[Collected data entries]
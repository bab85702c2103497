/**
 * The admin's reference-data validators: a pair's GTIN-14 and its GS1 check digit (with cdigit as a
 * second opinion), ISO 3166-1 country codes, position codes used once across a model's drive-unit,
 * crossover and trim positions, colour references, and the model form's numbers.
 */
import { gtin as cdigitGtin } from "cdigit";
import { describe, expect, test } from "vitest";
import { countryProblem } from "@/lib/workshop/countries";
import { BLANK_MODEL_SPEC, changedFields, gtinProblem, modelSpecSchema, positionClashes } from "@/lib/workshop/model-spec";
import { colourRefProblem, dealerSchema, finishSchema } from "@/lib/workshop/reference-schemas";
import { seededRandom } from "../fixtures/random";

describe("a pair's GTIN-14", () => {
  test.each([
    // docs/REFERENCES.md, § GS1: valid GTIN-14s published by GS1.
    ["09521234543213", null],
    ["95012345678903", null],
    ["03453120000011", null],
    // docs/REFERENCES.md, § GS1: GS1's worked example 629104150021 → 3, as a GTIN-14 with a leading zero.
    ["06291041500213", null],
    // The same with the check digit changed: GS1's mod-10 gives 3 (docs/REFERENCES.md, § GS1).
    ["09521234543214", "The last digit is the check digit: for 0952123454321 it is 3, not 4. Check the number against the GS1 allocation."],
    ["06291041500210", "The last digit is the check digit: for 0629104150021 it is 3, not 0. Check the number against the GS1 allocation."],
    // 730001100001 → 7 (docs/REFERENCES.md, § GS1), padded to 13 data digits.
    ["07300011000010", "The last digit is the check digit: for 0730001100001 it is 7, not 0. Check the number against the GS1 allocation."],
    ["6291041500213", "A pair's GTIN has 14 digits; this one has 13. Put zeros in front of a shorter GTIN."],
    ["0952123454321X", "A GTIN is digits only."],
  ])("%s → %s", (gtin, problem) => {
    expect(gtinProblem(gtin)).toBe(problem);
  });

  test("agrees with cdigit (docs/REFERENCES.md, § Independent libraries) on 2,000 random GTIN-14s, half with a slipped digit", () => {
    const random = seededRandom(1415);
    for (let i = 0; i < 2000; i++) {
      const data = Array.from({ length: 13 }, () => Math.floor(random() * 10)).join("");
      const good = `${data}${cdigitGtin.compute(data)}`;
      const candidate = i % 2 ? `${data}${(Number(good[13]) + 1 + Math.floor(random() * 9)) % 10}` : good;
      expect(gtinProblem(candidate) === null, candidate).toBe(cdigitGtin.validate(candidate));
    }
  });
});

describe("country codes", () => {
  test.each([
    // docs/REFERENCES.md, § Countries (ISO 3166-1): assigned alpha-2 codes.
    ["GB", null],
    ["fr", null],
    ["NO", null],
    // docs/REFERENCES.md, § Countries (ISO 3166-1): UK and EL are exceptionally reserved, not assigned.
    ["UK", "UK is not an ISO 3166-1 code: United Kingdom is GB."],
    ["EL", "EL is not an ISO 3166-1 code: Greece is GR."],
    // docs/REFERENCES.md, § Countries (ISO 3166-1): XX is user-assigned, never a country.
    ["XX", "XX is not an ISO 3166-1 country code. Check the code, e.g. GB, FR, DE."],
    ["GBR", "Give the country as its two-letter ISO 3166-1 code, e.g. GB, FR, DE."],
    ["", "Give the country as its two-letter ISO 3166-1 code, e.g. GB, FR, DE."],
  ])("%j → %s", (code, problem) => {
    expect(countryProblem(code)).toBe(problem);
  });
});

describe("position codes across drive units, crossovers and trim parts", () => {
  const base = { positions: [{ position: "T", partType: "tweeter" as const, count: 1 }], crossovers: [{ position: "XO", count: 1 }], trimPositions: [] as { position: string; label: string; count: number }[] };
  test.each([
    ["all different", base, []],
    ["a drive-unit code twice", { ...base, positions: [...base.positions, { position: "T", partType: "bass" as const, count: 1 }] }, ["T"]],
    ["a trim code that is a drive-unit code", { ...base, trimPositions: [{ position: "T", label: "Top", count: 1 }] }, ["T"]],
    ["a trim code that is a crossover code", { ...base, trimPositions: [{ position: "XO", label: "Plate", count: 1 }] }, ["XO"]],
  ])("%s", (_name, spec, clashing) => {
    // Common practice: a position code names one place in a speaker, whatever sits there.
    expect(positionClashes(spec).map((c) => c.code)).toEqual(clashing);
  });
});

describe("the model form", () => {
  const good = { ...BLANK_MODEL_SPEC, code: "pw2", name: "Test", minLeafLengthMm: "640", minLeafWidthMm: "150", pairGtin: "09521234543213" };
  const issues = (over: Record<string, unknown>) => {
    const r = modelSpecSchema.safeParse({ ...good, ...over });
    return r.success ? [] : r.error.issues.map((i) => `${i.path.join(".")}: ${i.message}`);
  };
  test.each([
    ["a valid model", {}, []],
    ["a negative finished-pair limit", { pairResponseLimitDb: "-1" }, ["pairResponseLimitDb: The finished pair limit must be more than 0 dB."]],
    ["a negative mismatch limit", { tolerances: [{ partType: "tweeter", mismatchLimitDb: "-0.5" }, { partType: "bass", mismatchLimitDb: "0.75" }] }, ["tolerances.0.mismatchLimitDb: The mismatch limit must be more than 0 dB."]],
    ["a warranty over 600 months", { warrantyMonths: "601" }, ["warrantyMonths: The warranty must be at most 600 months."]],
    ["a code of five characters", { code: "PW200" }, ["code: The code is 2 to 4 capital letters or digits, e.g. PW2: it goes into every serial."]],
    ["no XO crossover", { crossovers: [{ position: "XO-B", count: 1 }] }, ["crossovers: Every model has the crossover position XO: assembly fits the board there."]],
    ["the range upside down", { responseMinHz: "5000", responseMaxHz: "100" }, ["responseMaxHz: The highest frequency must be above the lowest."]],
    ["a trim code used by the crossover", { trimPositions: [{ position: "XO", label: "Plate", count: 1 }] }, ["trimPositions: XO is used twice (in crossover positions and trim positions): give each position its own code."]],
    ["a part type without a limit", { tolerances: [{ partType: "tweeter", mismatchLimitDb: 0.5 }] }, ["tolerances: Give a mismatch limit for every part type the model holds (bass has none)."]],
  ])("%s", (_name, over, expected) => {
    // The rules of the form (lib/workshop/model-spec.ts); the numbers are the form's own bounds.
    expect(issues(over)).toEqual(expected);
  });

  test("a code is read in capitals and the numbers as numbers", () => {
    const r = modelSpecSchema.parse(good);
    expect([r.code, r.minLeafLengthMm, r.positions[0]!.count]).toEqual(["PW2", 640, 1]);
  });

  test.each([
    ["name", { name: "Other" }, ["name"]],
    ["a position's count", { positions: [{ position: "T", partType: "tweeter", count: 2 }, { position: "B", partType: "bass", count: 1 }] }, ["drive-unit positions"]],
    ["nothing", {}, []],
  ])("what changed: %s", (_name, over, words) => {
    expect(changedFields(BLANK_MODEL_SPEC, { ...BLANK_MODEL_SPEC, ...over } as typeof BLANK_MODEL_SPEC)).toEqual(words);
  });
});

describe("finishes and dealers", () => {
  test.each([
    ["#3E4A52", null],
    ["RAL 7016", null],
    ["#3E4A5", "An sRGB reference is # and six hex digits, e.g. #3E4A52."],
    ["", "Give the colour's reference: an sRGB hex such as #3E4A52, or its colour-card reference."],
    ["dark grey", "Give an sRGB hex (#3E4A52) or a colour-card reference in capitals and digits (RAL 7016)."],
  ])("colour reference %j → %s", (ref, problem) => {
    // sRGB hex notation (IEC 61966-2-1 colours written as CSS hex); RAL-style card references: common practice.
    expect(colourRefProblem(ref)).toBe(problem);
  });

  test.each([
    ["a species", { kind: "veneer", code: "wal", name: "Black walnut", botanicalName: "Juglans nigra", cut: "crown" }, null],
    ["a species without its botanical name", { kind: "veneer", code: "WAL", name: "Black walnut" }, "botanicalName"],
    ["a species with an unknown cut", { kind: "veneer", code: "WAL", name: "Black walnut", botanicalName: "Juglans nigra", cut: "diagonal" }, "cut"],
    ["a colour", { kind: "lacquer", code: "LSL", name: "Estuary Slate", colourRef: "#3E4A52" }, null],
    ["a colour without a reference", { kind: "lacquer", code: "LSL", name: "Estuary Slate" }, "colourRef"],
  ])("finish: %s", (_name, input, field) => {
    const r = finishSchema.safeParse(input);
    expect(r.success ? null : String(r.error.issues[0]!.path[0])).toBe(field);
  });

  test.each([
    ["a good dealer", { country: "FR" }, null],
    ["UK for the United Kingdom", { country: "UK" }, "UK is not an ISO 3166-1 code: United Kingdom is GB."],
    ["XX", { country: "XX" }, "XX is not an ISO 3166-1 country code. Check the code, e.g. GB, FR, DE."],
    ["a bad e-mail", { email: "orders at shop" }, "Enter a whole e-mail address, like name@example.test."],
  ])("dealer: %s", (_name, over, message) => {
    // Country codes: docs/REFERENCES.md, § Countries (ISO 3166-1).
    const r = dealerSchema.safeParse({ code: "TST", name: "Test shop", address: "1 Test Street", postcode: "T1", city: "Testby", country: "GB", email: "orders@shop.test", ...over });
    expect(r.success ? null : r.error.issues[0]!.message).toBe(message);
  });
});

--- Task to carry out ---
Among the records above, count the lines that include the word "assigned" and state the number by itself.

--- Response area ---
3